友希那 「それじゃ、始めようか。まずは一曲目から⸻」
⸻⸻練習はいつも通り順調だった。みんなの演奏と友希那さんの歌声はいつも通り。でも⸻
燐子 (今井さんと友希那さん……どこか不安そう……)
今井さんと友希那さんの不安そうな表情を私は読めた。あの二人に何か良くない事でもあったのか、気にかかる。
「⸻……ん、りんりん!」
燐子 「……」
あこ 「りんりん!」
燐子 「あっ……あ、あこちゃん……」
あこ 「りんりん、ボーッとしててどうしたの?」
燐子 「ご……ごめん、ボーッとしてたの?」
リサ 「珍しいね。燐子がボーッとするなんて」
紗夜 「白金さん?」
燐子 「あ、だ……大丈夫、です……」
紗夜 「そう……」
そう答える氷川さんの表情もなんだか不安そうに見えた。今井さんや友希那さんもそうだったけど、いったいみんな何があったのかな…

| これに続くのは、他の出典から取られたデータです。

/**
 * Small hand-built notes for tests, benchmarks and demo drills: note names such as "C4", "F#3", "Bb5"
 * turned into `NoteEvent`s with exact rational time.
 */
import Fraction from "fraction.js";
import type { NoteEvent, Pitch } from "../score/types";

const STEP_SEMITONE: Readonly<Record<Pitch["step"], number>> = { C: 0, D: 2, E: 4, F: 5, G: 7, A: 9, B: 11 };

/**
 * Parse a note name (step, optional #/b/x/bb, octave; MusicXML octave 4 starts at middle C, FACTS.md §2).
 *
 * @example
 * parseNoteName("C#4").midi // 61
 */
export function parseNoteName(name: string): Pitch {
  const m = /^([A-G])(#|b|x|bb|##)?(-?\d)$/.exec(name.trim());
  if (!m) throw new Error(`not a note name: ${name}`);
  const step = m[1] as Pitch["step"];
  const alter = ({ "#": 1, "##": 2, x: 2, b: -1, bb: -2 } as Record<string, number>)[m[2] ?? ""] ?? 0;
  const octave = Number(m[3]);
  return { step, alter, octave, midi: (octave + 1) * 12 + STEP_SEMITONE[step] + alter };
}

export interface BuildOptions {
  /** Staff number (1 = right hand, 2 = left hand). */
  readonly staff?: number;
  /** Duration of each entry in quarter notes (default 1/2, eighth notes). */
  readonly step?: Fraction;
  /** Notes per measure (default 8). */
  readonly perBar?: number;
  /** First onset (default 0). */
  readonly start?: Fraction;
  /** Id prefix. */
  readonly id?: string;
}

/**
 * Build one hand's events. Each entry is a note name, a chord ("C4+E4+G4"), "r" for a rest, and may
 * carry a written finger after a slash ("E4/3").
 *
 * @example
 * buildNotes(["C4", "D4/2", "r", "C4+E4"]).length // 5
 */
export function buildNotes(entries: readonly string[], options: BuildOptions = {}): NoteEvent[] {
  const step = options.step ?? new Fraction(1, 2);
  const perBar = options.perBar ?? 8;
  const start = options.start ?? new Fraction(0);
  const prefix = options.id ?? "n";
  const out: NoteEvent[] = [];
  entries.forEach((entry, k) => {
    const onset = start.add(step.mul(k));
    const measure = Math.floor(k / perBar);
    const base = {
      part: "P1", staff: options.staff ?? 1, voice: "1", measure, onset, duration: step,
      written: { type: "eighth", dots: 0, tuplet: null }, tie: "none" as const,
    };
    if (entry === "r") {
      out.push({ ...base, id: `${prefix}${out.length}`, pitch: null, chord: false });
      return;
    }
    entry.split("+").forEach((token, j) => {
      const [name, finger] = token.split("/");
      const written = finger ? { fingering: [{ finger: Number(finger) }], fingeringSource: "score" as const } : {};
      out.push({ ...base, ...written, id: `${prefix}${out.length}`, pitch: parseNoteName(name!), chord: j > 0 });
    });
  });
  return out;
}
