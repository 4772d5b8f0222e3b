/**
 * The published rule points of a chosen fingering, slice by slice (Parncutt et al. 1997 / Jacobs 2001,
 * fingering-rules.ts): what the estimator reports per note and bar, and the slice rules its search uses.
 */
import type { Hand } from "../score/types";
import type { Slice } from "./fingering-slices";
import { chordPracticalPenalty, clearCosts, emptyCosts, noteCosts, pairCosts, trioCosts, type FingeringModel, type RuleCosts } from "./fingering-rules";

/** Line notes of a slice: the lowest (0) and the highest (1) kept pitch. */
const lineIndex = (s: Slice, line: 0 | 1): number => (line === 0 ? 0 : s.midis.length - 1);

const chordScratch = emptyCosts();

/**
 * Rules on one slice alone: note rules with neighbour colours, and spans inside a chord.
 *
 * @example
 * sliceCosts(slices, 0, [1, 3, 5], "right", "parncutt", emptyCosts()); // a C major triad's points
 */
export function sliceCosts(slices: readonly Slice[], s: number, state: readonly number[], hand: Hand, model: FingeringModel, into: RuleCosts): void {
  const cur = slices[s]!;
  const prev = slices[s - 1];
  const next = slices[s + 1];
  for (let j = 0; j < cur.midis.length; j++) {
    const line: 0 | 1 = j === 0 ? 0 : 1;
    const p = prev ? prev.midis[lineIndex(prev, line)]! : null;
    const n = next ? next.midis[lineIndex(next, line)]! : null;
    noteCosts(cur.midis[j]!, state[j]!, p, n, model, into);
  }
  for (let j = 0; j + 1 < cur.midis.length; j++) {
    const chord = clearCosts(chordScratch);
    pairCosts(cur.midis[j]!, state[j]!, cur.midis[j + 1]!, state[j + 1]!, hand, model, chord);
    into.stretch += chord.stretch;
    into.smallSpan += chord.smallSpan;
    into.largeSpan += chord.largeSpan;
    into.overPractical += chordPracticalPenalty(cur.midis[j]!, state[j]!, cur.midis[j + 1]!, state[j + 1]!, hand, model);
  }
}

/**
 * Pair rules from slice s to s+1 along the low and high lines (averaged when they differ).
 *
 * @example
 * linkCosts(slices[0], [1], slices[1], [2], "right", "parncutt", emptyCosts());
 */
export function linkCosts(a: Slice, fa: readonly number[], b: Slice, fb: readonly number[], hand: Hand, model: FingeringModel, into: RuleCosts): void {
  const single = a.midis.length === 1 && b.midis.length === 1;
  const weight = single ? 1 : 0.5;
  const lines: (0 | 1)[] = single ? [0] : [0, 1];
  for (const line of lines) {
    const i = lineIndex(a, line);
    const j = lineIndex(b, line);
    addScaled(into, pairCosts(a.midis[i]!, fa[i]!, b.midis[j]!, fb[j]!, hand, model), weight);
  }
}

/**
 * Trio rules over slices s-1, s, s+1 along the low and high lines.
 *
 * @example
 * trioLinkCosts(slices[0], [1], slices[1], [2], slices[2], [3], "right", "parncutt", emptyCosts());
 */
export function trioLinkCosts(a: Slice, fa: readonly number[], b: Slice, fb: readonly number[], c: Slice, fc: readonly number[], hand: Hand, model: FingeringModel, into: RuleCosts): void {
  const single = a.midis.length === 1 && b.midis.length === 1 && c.midis.length === 1;
  const weight = single ? 1 : 0.5;
  const lines: (0 | 1)[] = single ? [0] : [0, 1];
  for (const line of lines) {
    const i = lineIndex(a, line);
    const j = lineIndex(b, line);
    const k = lineIndex(c, line);
    addScaled(into, trioCosts(a.midis[i]!, fa[i]!, b.midis[j]!, fb[j]!, c.midis[k]!, fc[k]!, hand, model), weight);
  }
}

/**
 * Add `w` times each rule of `add` into `into`.
 *
 * @example
 * addScaled(total, barRules, 1);
 */
export function addScaled(into: RuleCosts, add: RuleCosts, w: number): void {
  for (const key of Object.keys(add) as (keyof RuleCosts)[]) into[key] += add[key] * w;
}
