import Fraction from "fraction.js";
import { describe, expect, test } from "vitest";
import { makeContext } from "./build";
import { barCap, capDrill, countOf, firstWithin, shownLabel } from "./length";
import { beatUnit, dottedFactors, inBeats, isCompound, markText, runFeel, toQuarters } from "./meter";
import { makePassage } from "./test-passages";
import { tempoLadder, tempoLadderOptions } from "./families/tempo-ladder";

describe("length", () => {
  test("the cap is 8 bars or twice the passage, whichever is larger (DRILL-RUBRIC 6, common practice)", () => {
    const two = makePassage({ right: "C4/1 D4/1" });
    const six = makePassage({ right: "C4/1 D4/1 E4/1 F4/1 G4/1 A4/1" });
    expect(barCap(two)).toBe(8);
    expect(barCap(six)).toBe(12);
    expect(barCap(two, makeContext({ maxBars: 3 }))).toBe(3);
  });

  test("counts agree in grammar and shown counts read 'n of N shown' (DRILL-RUBRIC 7)", () => {
    expect(countOf(1, "step")).toBe("1 step");
    expect(countOf(2, "step")).toBe("2 steps");
    expect(countOf(0, "repetition")).toBe("0 repetitions");
    expect(shownLabel(3, 12)).toBe("3 of 12 shown");
  });

  test("capDrill keeps the first bars, closes ties into the cut and says how much is shown", () => {
    const p = makePassage({ right: "C4/1 D4/1 E4/1 F4/1", tempo: 100 });
    const d = tempoLadder.generate(p, tempoLadderOptions.parse({ startPercent: 80, stepPercent: 10 }), makeContext({ maxBars: 100 })).drills[0];
    expect(d.score.measures).toHaveLength(12);
    const cut = capDrill(d, 5);
    expect(cut.score.measures).toHaveLength(5);
    expect(cut.score.events.every((e) => e.measure < 5)).toBe(true);
    expect(cut.title).toMatch(/\(first 5 of 12 bars shown\)$/);
    expect(Object.keys(cut.fingeringSource).every((id) => cut.score.events.some((e) => e.id === id))).toBe(true);
    expect(capDrill(d, 12)).toBe(d);
    let built = 0;
    const pick = firstWithin(8, [() => (built++, d), () => (built++, cut)]);
    expect([pick, built]).toEqual([cut, 2]);
  });
});

describe("meter", () => {
  test("compound meters beat in dotted values; marks in that beat (common practice; MusicXML beat-unit names)", () => {
    expect(isCompound({ beats: 6, beatType: 8 })).toBe(true);
    expect(isCompound({ beats: 3, beatType: 8 })).toBe(false);
    expect(beatUnit({ beats: 6, beatType: 8 })).toMatchObject({ type: "quarter", dots: 1, symbol: "♩." });
    expect(beatUnit({ beats: 12, beatType: 16 })).toMatchObject({ type: "eighth", dots: 1 });
    expect(beatUnit({ beats: 2, beatType: 2 })).toMatchObject({ type: "half", dots: 0 });
    // Hand-computed: quarter 90 = dotted quarter 60 (90 ÷ 1.5).
    expect(inBeats(90, { beats: 6, beatType: 8 })).toBe(60);
    expect(toQuarters(60, { beats: 6, beatType: 8 })).toBe(90);
    expect(markText(90, { beats: 9, beatType: 8 })).toBe("♩. = 60");
  });

  test("runs in threes, and dotted figures that stay inside the beat", () => {
    expect(runFeel(new Fraction(1, 2), { beats: 6, beatType: 8 })).toEqual({ perBeat: 3, threes: true });
    expect(runFeel(new Fraction(1, 3), { beats: 2, beatType: 4 })).toEqual({ perBeat: 3, threes: true });
    expect(runFeel(new Fraction(1, 4), { beats: 4, beatType: 4 })).toEqual({ perBeat: 4, threes: false });
    expect(runFeel(new Fraction(1), { beats: 6, beatType: 8 })).toEqual({ perBeat: null, threes: false });
    expect(dottedFactors(3, "long-short")!.map(String)).toEqual(["1.5", "0.5", "1"]);
    expect(dottedFactors(4, "short-long")!.map(String)).toEqual(["0.5", "1.5", "0.5", "1.5"]);
    expect(dottedFactors(5, "long-short")).toBeNull();
  });
});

リサ 「でも一曲目の練習を始めたばかりなのに、なかなかやる気が出ないみたいだね…」
あこ 「それに、みんないつもと違って暗そうだし…」
友希那 「……」
燐子 「……」
今井さんの言う通り、一曲目の練習を始めたばかりなのに雰囲気はいつもと違って暗い。このままじゃ練習の雰囲気が出ない。
リサ 「……じゃあ、一旦休憩にしましょうか?」
友希那 「そうね、一旦休憩にしましょう」
今井さんの提案でひとまず休憩に入る。
【CiRCLE カフェテリア】
休憩に入ってカフェテリアに出ていると、Afterglowのメンバーたちもここにあった。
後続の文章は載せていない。